## Problem to work on
Extract every entry word for word.
====== Provided records ======
"""Small invented devices for the tests of the checks."""

from __future__ import annotations

import copy
from typing import Any

_MATERIALS: dict[str, Any] = {
    "host": {"n": 1.75},
    "high": {"n": 2.1},
    "lossy": {"n": 1.9, "k": 0.02},
    "silver-like": {"n": 0.1, "k": 3.6},
    "silicon-like": {"n": 4.1, "k": 0.05},
    "along": {"n_ordinary": 1.8, "n_extraordinary": 1.62},
    "across": {"n_ordinary": 1.62, "n_extraordinary": 1.85},
    "along-lossy": {
        "n_ordinary": 1.8,
        "n_extraordinary": 1.62,
        "k_ordinary": 0.01,
        "k_extraordinary": 0.002,
    },
    "glass": {"n": 1.52, "k": 1e-7},
}


def device(*films: tuple[str, float], emitter: int = 1, **sections: Any) -> dict[str, Any]:
    """Case document of films (material, thickness_nm) from the bottom; None drops a section."""
    document: dict[str, Any] = {
        "title": "invented test device",
        "wavelength": {"values_nm": [530]},
        "materials": copy.deepcopy(_MATERIALS),
        "substrate": {"material": "glass", "thickness_mm": 0.7},
        "layers": [
            {"name": f"L{i}", "material": material, "thickness_nm": thickness}
            for i, (material, thickness) in enumerate(films)
        ],
        "emitters": [
            {
                "name": "green",
                "layer": f"L{emitter}",
                "spectrum": {"peak_nm": 530, "fwhm_nm": 40},
                "zone": {"shape": "point", "at": 0.3},
                "horizontal_fraction": 0.76,
                "quantum_yield": 0.9,
            }
        ],
    }
    document.update(copy.deepcopy(sections))
    return {key: value for key, value in document.items() if value is not None}


def ordinary(**sections: Any) -> dict[str, Any]:
    """Absorbing anode, emitter film, spacer, metal."""
    films = (("lossy", 90.0), ("host", 40.0), ("high", 50.0), ("silver-like", 60.0))
    return device(*films, **sections)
======
## Response
"""Small invented devices for the tests of the checks."""

from __future__ import annotations

import copy
from typing import Any

_MATERIALS: dict[str, Any] = {
    "host": {"n": 1.75},
    "high": {"n": 2.1},
    "lossy": {"n": 1.9, "k": 0.02},
    "silver-like": {"n": 0.1, "k": 3.6},
    "silicon-like": {"n": 4.1, "k": 0.05},
    "along": {"n_ordinary": 1.8, "n_extraordinary": 1.62},
    "across": {"n_ordinary": 1.62, "n_extraordinary": 1.85},
    "along-lossy": {
        "n_ordinary": 1.8,
        "n_extraordinary": 1.62,
        "k_ordinary": 0.01,
        "k_extraordinary": 0.002,
    },
    "glass": {"n": 1.52, "k": 1e-7},
}


def device(*films: tuple[str, float], emitter: int = 1, **sections: Any) -> dict[str, Any]:
    """Case document of films (material, thickness_nm) from the bottom; None drops a section."""
    document: dict[str, Any] = {
        "title": "invented test device",
        "wavelength": {"values_nm": [530]},
        "materials": copy.deepcopy(_MATERIALS),
        "substrate": {"material": "glass", "thickness_mm": 0.7},
        "layers": [
            {"name": f"L{i}", "material": material, "thickness_nm": thickness}
            for i, (material, thickness) in enumerate(films)
        ],
        "emitters": [
            {
                "name": "green",
                "layer": f"L{emitter}",
                "spectrum": {"peak_nm": 530, "fwhm_nm": 40},
                "zone": {"shape": "point", "at": 0.3},
                "horizontal_fraction": 0.76,
                "quantum_yield": 0.9,
            }
        ],
    }
    document.update(copy.deepcopy(sections))
    return {key: value for key, value in document.items() if value is not None}


def ordinary(**sections: Any) -> dict[str, Any]:
    """Absorbing anode, emitter film, spacer, metal."""
    films = (("lossy", 90.0), ("host", 40.0), ("high", 50.0), ("silver-like", 60.0))
    return device(*films, **sections)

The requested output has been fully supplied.